37. 第36章、談心 那……你穿著衣服嗎?……
既然林朗都出來了,攸晴自然沒有心思再繼續做題,只想抓住機會,和他多待會兒。
她看看窗外的天色,說:「本來,林唯一晚上要請我吃飯的,現在,這個光榮的任務是不是交給你了?」
林朗笑著點頭:「我覺得他就是這個意思,他吃不了辣,屬於臨陣脫逃。」
攸晴問:「你能吃辣嗎?」
「我願意試試。」林朗說,「少吃一點應該沒問題,上次在美食節我胡吃海喝,害他鬧了一天的肚子,我也怪不好意思的。」
攸晴聽笑了,說:「放心吧,我知道你的身體吃不了太重口的東西,不會帶你去亂吃。嗯……這附近有家做彥城菜的小餐館口碑不錯,要不要去嘗嘗?」
林朗說:「行,聽你的。」
他穿上外套,和攸晴一起出了門,單文暉在門外守了一下午,見他們出來,很自覺地落後幾米,跟隨下樓。
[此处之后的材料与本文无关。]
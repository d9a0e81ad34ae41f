//! Evaporation bursts against the model in glint-science: counts per time-to-explosion bin and energy bin
//! match the expected detected counts, the time-integrated spectrum has the published slopes, and the full
//! simulator puts the expected number of photons into the stream.

#![allow(clippy::unwrap_used)]

mod common;

use glint_science::hawking::{PARSEC_M, detected_counts, detected_counts_between, slice_spectrum};
use glint_science::instrument::{InstrumentResponse, ResponseSpec};
use glint_sim::draw::EvaporationSampler;
use glint_sim::{Simulator, Source};
use rand::SeedableRng;
use rand_pcg::Pcg64;

fn response_from(instrument_toml: &str) -> (ResponseSpec, InstrumentResponse) {
    let table: toml::Table = toml::from_str(instrument_toml).unwrap();
    let spec: ResponseSpec = table["instrument"]["response"].clone().try_into().unwrap();
    let resp = InstrumentResponse::from_spec(&spec).unwrap();
    (spec, resp)
}

/// Expected detected photons with true energy in [e_lo, e_hi] and time-to-go in [tau_lo, tau_hi], from
/// glint-science's slice spectrum folded exactly with the response.
fn expected_in_cell(resp: &InstrumentResponse, z: f64, d_pc: f64, tau: (f64, f64), e: (f64, f64)) -> f64 {
    let d_m = d_pc * PARSEC_M;
    let dilution = 1.0 / (4.0 * std::f64::consts::PI * d_m * d_m);
    slice_spectrum(tau.0, tau.1)
        .unwrap()
        .iter()
        .map(|p| resp.fold_power_law(z, p.e_lo_gev.max(e.0), p.e_hi_gev.min(e.1), p.coeff, p.index))
        .sum::<f64>()
        * dilution
}

/// Asserts a Poisson total `observed` is within 4 sigma of `expected`.
fn within_4_sigma(what: &str, observed: f64, expected: f64) {
    let sigma = expected.sqrt().max(1.0);
    assert!(
        (observed - expected).abs() < 4.0 * sigma,
        "{what}: observed {observed}, expected {expected:.1} (sigma {sigma:.1})"
    );
}

#[test]
fn counts_per_time_and_energy_bin_match_the_model() {
    let (spec, resp) = response_from(common::GROUND);
    let (z, d, tau_max) = (20.0, 0.02, 100.0);
    let sampler = EvaporationSampler::new(&resp, &spec.effective_area.zenith_deg, d, tau_max);
    let reps = 300;
    let tau_edges = [0.0, 0.01, 0.1, 1.0, 10.0, 100.0];
    let e_edges = [300.0, 1000.0, 3000.0, 10_000.0, 30_000.0, 200_000.0];
    let mut by_tau = [0.0; 5];
    let mut by_e = [0.0; 5];
    // One joint cell: the last second and 3-30 TeV (time and energy are drawn together).
    let mut cell = 0.0;
    let mut rng = Pcg64::seed_from_u64(11);
    for _ in 0..reps {
        for (tau, e) in sampler.draw(&mut rng, |e, _| resp.effective_area_m2(e, z)) {
            by_tau[tau_edges.partition_point(|&x| x <= tau) - 1] += 1.0;
            by_e[e_edges.partition_point(|&x| x <= e).clamp(1, 5) - 1] += 1.0;
            if tau <= 1.0 && (3000.0..30_000.0).contains(&e) {
                cell += 1.0;
            }
        }
    }
    for i in 0..5 {
        let expected =
            reps as f64 * detected_counts_between(&resp, z, d, tau_edges[i], tau_edges[i + 1]).unwrap();
        within_4_sigma(
            &format!("tau in [{}, {}]", tau_edges[i], tau_edges[i + 1]),
            by_tau[i],
            expected,
        );
        let expected =
            reps as f64 * expected_in_cell(&resp, z, d, (0.0, tau_max), (e_edges[i], e_edges[i + 1]));
        within_4_sigma(
            &format!("E in [{}, {}]", e_edges[i], e_edges[i + 1]),
            by_e[i],
            expected,
        );
    }
    within_4_sigma(
        "tau <= 1 s, 3-30 TeV",
        cell,
        reps as f64 * expected_in_cell(&resp, z, d, (0.0, 1.0), (3000.0, 30_000.0)),
    );
    // The totals are what detected_counts gives for the whole window.
    let total: f64 = by_tau.iter().sum();
    within_4_sigma(
        "total",
        total,
        reps as f64 * detected_counts(&resp, z, d, tau_max).unwrap(),
    );
}

/// Maximum-likelihood index `s` of `x^-s` truncated to [a, b]: solves mean(ln x) = E[ln x | s] by
/// bisection (the expectation falls as s grows).
fn truncated_power_law_index(xs: &[f64], a: f64, b: f64) -> f64 {
    let mean_ln = xs.iter().map(|x| x.ln()).sum::<f64>() / xs.len() as f64;
    let expected_ln = |s: f64| {
        let g = 1.0 - s;
        (b.powf(g) * b.ln() - a.powf(g) * a.ln()) / (b.powf(g) - a.powf(g)) - 1.0 / g
    };
    let (mut lo, mut hi) = (1.0001, 6.0);
    for _ in 0..100 {
        let mid = 0.5 * (lo + hi);
        if expected_ln(mid) > mean_ln {
            lo = mid
        } else {
            hi = mid
        }
    }
    0.5 * (lo + hi)
}

#[test]
fn time_integrated_spectrum_has_the_published_slopes() {
    // A flat 1000 m^2 from 10 GeV to 1 PeV so the drawn energies follow the emitted spectrum.
    let flat = r#"
[instrument.response]
max_zenith_deg = 60.0
energy_min_gev = 10.0
energy_max_gev = 1000000.0
clock_precision_ns = 0
[instrument.response.effective_area]
energy_gev = [10.0, 1000000.0]
zenith_deg = [0.0]
area_m2 = [[1000.0, 1000.0]]
[instrument.response.psf68_deg]
energy_gev = [10.0]
value = [0.5]
[instrument.response.energy_resolution]
energy_gev = [10.0]
value = [0.1]
"#;
    let (spec, resp) = response_from(flat);
    let tau_max = 100.0;
    let sampler = EvaporationSampler::new(&resp, &spec.effective_area.zenith_deg, 0.0015, tau_max);
    let mut rng = Pcg64::seed_from_u64(5);
    let drawn = sampler.draw(&mut rng, |e, _| resp.effective_area_m2(e, 0.0));
    // Burst temperature at the start of the window: T1 tau^(-1/3), T1 = 7800 GeV (Petkov et al. 2008, from
    // memory).
    let t_max = 7800.0 / tau_max.cbrt();
    let below: Vec<f64> = drawn.iter().map(|d| d.1).filter(|&e| e < t_max).collect();
    let above: Vec<f64> = drawn.iter().map(|d| d.1).filter(|&e| e >= t_max).collect();
    assert!(
        below.len() > 200_000 && above.len() > 4_000,
        "{} below, {} above",
        below.len(),
        above.len()
    );
    // Time-integrated spectrum: E^-1.5 below the temperature of the window's start and E^-3 above it
    // (Petkov et al. 2008, Astron. Lett. 34, 509; docs/science.md section 2, from memory). Statistical error
    // of the index is about (s - 1) / sqrt(n): 0.001 and 0.025 here; the bounds are about 4 sigma.
    let s_below = truncated_power_law_index(&below, 10.0, t_max);
    let s_above = truncated_power_law_index(&above, t_max, 1e6);
    assert!((s_below - 1.5).abs() < 0.005, "index below T: {s_below}");
    assert!((s_above - 3.0).abs() < 0.1, "index above T: {s_above}");
}

#[test]
fn simulator_sends_the_expected_burst_photons() {
    // On the axis of a telescope that does not drift, the source stays at off-axis angle 0, so the whole
    // window's expectation is glint-science's detected_counts at zenith 0.
    let (d, tau_max) = (0.004, 100.0);
    let text = format!(
        "{}{}\n[[source]]\nkind = \"evaporation\"\nra_deg = 212.0\ndec_deg = -8.5\ndistance_pc = {d}\n\
         t_offset_s = 150.0\nmax_time_to_go_s = {tau_max}\n",
        common::header("burst", 200.0),
        common::SPACE_FIXED
    );
    let scenario = common::scenario(&text);
    let (_, resp) = response_from(common::SPACE_FIXED);
    let runs = 40;
    let (mut total, mut last_second, mut sent) = (0.0, 0.0, 0_u64);
    for seed in 0..runs {
        let mut sim = Simulator::new(&scenario, seed).unwrap();
        for _ in sim.by_ref() {}
        let truth = sim.truth();
        assert_eq!(truth.len(), 1);
        let t = &truth[0];
        assert!(matches!(t.params, Source::Evaporation(_)));
        assert_eq!(t.distance_pc, Some(d));
        total += t.photons as f64;
        let one = t
            .counts_by_timescale
            .iter()
            .find(|c| c.timescale_s == 1.0)
            .unwrap();
        last_second += one.counts as f64;
        sent += sim.stats().photons;
    }
    let runs = f64::from(runs as u32);
    within_4_sigma(
        "photons per run",
        total,
        runs * detected_counts(&resp, 0.0, d, tau_max).unwrap(),
    );
    within_4_sigma(
        "last second",
        last_second,
        runs * detected_counts(&resp, 0.0, d, 1.0).unwrap(),
    );
    // Everything the truth counts was sent (plus a few background photons at 0.01 Hz).
    assert!(
        sent as f64 >= total && (sent as f64) < total + runs * 10.0,
        "sent {sent}, burst {total}"
    );
}
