/// One log line per request: method, route template, status, latency, id.
async fn access_log(
    req: ServiceRequest,
    next: Next<impl MessageBody + 'static>,
) -> Result<ServiceResponse<impl MessageBody>, actix_web::Error> {
    let start = Instant::now();
    let id = request_id(&req);
    let method = req.method().to_string();
    let route = req.match_pattern().unwrap_or_else(|| "unmatched".to_owned());
    let state = req.app_data::<web::Data<AppState>>().cloned();
    let spans = state.as_ref().and_then(|s| s.spans.clone());
    let trace = req
        .headers()
        .get("traceparent")
        .and_then(|v| v.to_str().ok())
        .and_then(crate::trace::TraceContext::parse)
        .unwrap_or_else(|| crate::trace::TraceContext::start(spans.is_some()));
    let trace_id = trace.trace_id.clone();
    let started_at = SystemTime::now();
    let mut res = crate::trace::scope(trace.clone(), next.call(req)).await?;
    let status = res.status().as_u16();
    if let Some(s) = &state {
        s.metrics.request(&route, status, start.elapsed());
    }
    if let Some(exporter) = spans.filter(|_| trace.sampled()) {
        use crate::otlp::AttrValue;
        let mut span =
            crate::otlp::Span::of(&trace, format!("{method} {route}"), crate::otlp::SpanKind::Server, started_at);
        span.attributes.push(("http.request.method", AttrValue::Str(method.clone())));
        span.attributes.push(("http.route", AttrValue::Str(route.clone())));
        span.attributes.push(("http.response.status_code", AttrValue::Int(i64::from(status))));
        span.error = status >= 500;
        exporter.record(span);
    }
    if let Ok(v) = HeaderValue::from_str(&id) {
        res.headers_mut().insert(header::HeaderName::from_static("x-request-id"), v);
    }
    tracing::info!(
        method = %method,
        route = %route,
        status,
        latency_ms = start.elapsed().as_secs_f64() * 1000.0,
        request_id = %id,
        trace_id = %trace_id,
        "request"
    );
    Ok(res)
}
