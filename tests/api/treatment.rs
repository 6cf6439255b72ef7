//! Treatment proposals over HTTP: weight-based draft MedicationRequests, their
//! order in the RequestGroup, and each safety DetectedIssue firing when it
//! should and staying silent otherwise. Invented patients of the invented
//! "Larkspur Children's Hospital". Every expected number is worked out in a
//! comment from the rule data (treatment.toml, formulary.toml), never copied
//! from the service's output. Every result is checked against the R4 schema
//! (`assess_ok`).

use serde_json::{Value, json};

use crate::helpers::{Lab, PATIENT_URL, Scenario, date_years_before, resources, rfc3339, spawn_app};

const ATC: &str = "http://www.whocc.no/atc";
const RXNORM: &str = "http://www.nlm.nih.gov/research/umls/rxnorm";
const SNOMED: &str = "http://snomed.info/sct";
const LOINC: &str = "http://loinc.org";
const UCUM: &str = "http://unitsofmeasure.org";
/// SNOMED CT "Intravenous route" (treatment.toml routes.iv).
const IV_ROUTE: &str = "47625008";
/// SNOMED CT "Oral route" (treatment.toml routes.oral).
const ORAL_ROUTE: &str = "26643006";

const BOLUS: &str = "IV calcium gluconate bolus";
const INFUSION: &str = "Continuous IV calcium gluconate";
const CHLORIDE: &str = "Alternative: IV calcium chloride";
const MAGNESIUM: &str = "IV magnesium sulfate";

// ---------------------------------------------------------------------------
// Building requests

/// A child born `years` whole years and `extra_days` days before the scenario's now.
fn aged(years: i64, extra_days: i64) -> Scenario {
    let mut s = Scenario::new();
    s.birth_date = date_years_before(s.now - extra_days * 86_400, years);
    s
}

/// A child born `days` days ago.
fn aged_days(days: i64) -> Scenario {
    let mut s = Scenario::new();
    s.birth_date = rfc3339(s.now - days * 86_400)[..10].to_owned();
    s
}

fn observation(s: &Scenario, id: &str, loinc: &str, display: &str, value: f64, unit: &str, hours_ago: f64) -> Value {
    json!({
        "resourceType": "Observation", "id": id, "status": "final",
        "code": { "coding": [{ "system": LOINC, "code": loinc, "display": display }] },
        "subject": { "reference": PATIENT_URL },
        "effectiveDateTime": s.time(hours_ago),
        "valueQuantity": { "value": value, "unit": unit, "system": UCUM, "code": unit },
    })
}

fn weight_at(s: &Scenario, kg: f64, hours_ago: f64) -> Value {
    let mut w = observation(s, "wt-1", "29463-7", "Body weight", kg, "kg", hours_ago);
    w["category"] = json!([{ "coding": [{ "system": "http://terminology.hl7.org/CodeSystem/observation-category", "code": "vital-signs" }] }]);
    w
}

fn weight(s: &Scenario, kg: f64) -> Value {
    weight_at(s, kg, 2.0)
}

fn seizure(s: &Scenario) -> Value {
    json!({
        "resourceType": "Condition", "id": "c-seizure",
        "clinicalStatus": { "coding": [{ "system": "http://terminology.hl7.org/CodeSystem/condition-clinical", "code": "active" }] },
        "verificationStatus": { "coding": [{ "system": "http://terminology.hl7.org/CodeSystem/condition-ver-status", "code": "confirmed" }] },
        "code": { "coding": [{ "system": SNOMED, "code": "91175000", "display": "Seizure" }] },
        "subject": { "reference": PATIENT_URL },
        "onsetDateTime": s.time(1.5),
    })
}

fn medication_request(s: &Scenario, id: &str, system: &str, code: &str, display: &str) -> Value {
    json!({
        "resourceType": "MedicationRequest", "id": id, "status": "active", "intent": "order",
        "medicationCodeableConcept": { "coding": [{ "system": system, "code": code, "display": display }] },
        "subject": { "reference": PATIENT_URL }, "authoredOn": s.time(12.0),
    })
}

/// A calcium gluconate administration (ATC A12AA03), with a dose in mg when given.
fn gluconate_given(s: &Scenario, id: &str, status: &str, hours_ago: f64, dose_mg: Option<f64>) -> Value {
    let mut ma = json!({
        "resourceType": "MedicationAdministration", "id": id, "status": status,
        "medicationCodeableConcept": { "coding": [{ "system": ATC, "code": "A12AA03", "display": "calcium gluconate" }] },
        "subject": { "reference": PATIENT_URL },
    });
    if status == "in-progress" {
        ma["effectivePeriod"] = json!({ "start": s.time(hours_ago) });
    } else {
        ma["effectiveDateTime"] = json!(s.time(hours_ago));
    }
    if let Some(mg) = dose_mg {
        ma["dosage"] = json!({ "dose": { "value": mg, "unit": "mg", "system": UCUM, "code": "mg" } });
    }
    ma
}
三人來到院子里,俞紅剛巧走過,林朗主動叫她:「紅姐好。」
俞紅一愣:「你好,又來……玩啊?」
林朗答得坦坦蕩蕩:「嗯,來找攸晴玩。」
攸晴羞答答地低頭看腳尖,都不敢去和俞紅對視。
「去吧。」俞紅笑道,「今晚不忙,你倆自由活動去,我也不給你們準備晚飯了。」
林朗和攸晴告別俞紅,向院門走去,單文暉與俞紅擦肩而過時,小聲說:「給我準備一份晚飯唄,我晚上都沒地兒吃。」
「別賣慘。」俞紅給了他一記眼刀,「快去跟著他們,別思想開小差,晚上再說。」
攸晴找的小餐館在另一條巷子里,步行過去需要十分鐘。
她和林朗並肩而行,一邊走一邊給他介紹路邊的網紅店,林朗聽著聽著就皺起了眉:「這些店你都說過,忘了嗎?」
攸晴指著自己的鼻子:「我說過?」
「對啊。」林朗說,「你給林唯一介紹時我都聽著呢。喏,那家奶茶店,主打東南亞奶茶,飲品都不用杯子裝,用的透明塑料袋,袋口紮緊后夾一朵雞蛋花發卡,對不對?還有那家攤位賣手工布鞋,鞋底都是老奶奶自己納的,穿起來特別舒服,我沒說錯吧?」
他真的什麼都記得,是攸晴在一個月前說的話。
她一直把林朗和林唯一分得很清,潛意識裡覺得,她只對林唯一介紹過這些店鋪,剛才想再說一遍給林朗聽,被提醒后才記起,林唯一說過,不管他做什麼,林朗都能看見,能聽見。
是真的呢!好神奇啊!
攸晴想象不出那種狀態,忍不住問道:「你平時都待在哪兒啊?就是……林唯一掌控身體時,他看見什麼聽見什麼,你是怎麼看見怎麼聽見的?你自己的感覺到底是什麼樣的呀?」
「我的感覺……」林朗思索了一下,說,「很難對你形容,平時,我就像是飄在一片無邊無際的空間,沒有天沒有地,也沒有牆壁。如果我閉上眼睛就什麼都看不見,但是我睜開眼,就會擁有林唯一的視野,有點兒像玩VR,我玩過一次,趁林唯一睡著時,感覺有點像。」
「VR?」攸晴消化了一下,繼續比劃道:「那你的身體呢?你在那樣的一個地方,你有身體嗎?」
「有。」林朗說,「我能直立,也能坐下,累了就躺著睡覺,都是飄在半空中。那是一個沒有邊界的地方,我不能走動,只能跟著林唯一到處移動。」
攸晴轉了轉眼珠子,又問:「那……你穿著衣服嗎?」
林朗語塞了。
穿衣服了嗎?好像……沒穿。
在虛空里,他看不見自己的身體,閉上眼是黑暗,睜開眼就是林唯一的視野,他似乎是裸//體的,身上連雙襪子都沒有。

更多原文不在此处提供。